Both systems coexist. The `App` struct has a `quality_view: Option<QualityView>` field that dispatches to the modern system when present. Migration of remaining tabs to the `ViewState` trait is possible but not planned — the legacy system works and is well-tested.
## Invariants and Conventions
- NormalizedSbom is the single source of truth for parsed data.
- Components are keyed by CanonicalId for stability across formats.
- DiffResult summary values are derived from change lists.
- TUI layers should align selection/sort with the same source lists.
- Builders use `with_*` naming and `mut self -> Self` pattern.
- Error handling: thiserror for library code, anyhow for CLI.
- No `&String`, `&Vec<T>`, `Box<dyn Error>`, or production panics.
## Extension Points
- **Matching rules**: Configurable matching behavior via YAML configs and custom rule engine.

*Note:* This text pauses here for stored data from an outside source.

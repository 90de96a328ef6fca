using NodaTime;

namespace LoadWatch.Activities;

/// <summary>One activity of recordings before rows join it.</summary>
/// <param name="LocalStart">Local date and time of its start.</param>
public sealed record RecordedActivity(RecordingSummary Winner, LocalDateTime LocalStart, ActivityValues Values);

- **Enrichment**: OSV/KEV integration for vulnerability data and EOL detection via endoflife.date API (feature-gated).
- **Reports**: Add new generators by implementing ReportGenerator.
- **Compliance**: Add new standards by extending the quality scorer (currently: NTIA, FDA, CRA, NIST SSDF, EO 14028).
## Known Technical Debt
- Multi-SBOM fleet commands (diff-multi, timeline, matrix) bypass the pipeline (no enrichment, limited output formats). The `query` command supports enrichment.

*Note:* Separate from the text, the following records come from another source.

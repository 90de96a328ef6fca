using LoadWatch.People;
using LoadWatch.Rows;
using NodaTime;

namespace LoadWatch.Activities;

/// <summary>A table row in force, of a person.</summary>
/// <param name="Layout">Name of the layout that read it: its source (I-6).</param>
/// <param name="Key">Tells it from every other row of the layout and date; order among rows is by it.</param>
public sealed record OwnedRow(string Layout, LocalDate Date, string Key, RowContent Content)
{
    /// <summary>The row by the clock of the person's days, as recordings are told: with a time before their day begins it counts for the date before.</summary>
    public OwnedRow ByClockOf(Person person) => (person.DayBeginsAt == LocalTime.Midnight, Content) switch
    {
        (false, SessionRow { Start: { } start } session) => At(PersonDay.Clock(Date + start, person), time => session with { Start = time }),
        (false, SetRow { Time: { } start } set) => At(PersonDay.Clock(Date + start, person), time => set with { Time = time }),
        _ => this,
    };

    private OwnedRow At(LocalDateTime clock, Func<LocalTime, RowContent> content) => this with { Date = clock.Date, Content = content(clock.TimeOfDay) };
}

- Enrichment is orchestrated by CLI, not the pipeline module.
- ~112 `unwrap()` calls across 27 files (most in non-production code: cache, parsers, config) and ~30 `expect()` calls (safe-by-construction).
- 12 lock-poisoning patterns (`lock().unwrap()` / `lock().expect()`).
- 45 integration tests across 7 test files in `tests/`.
- TUI dual system (legacy + ViewState trait) — only Quality migrated.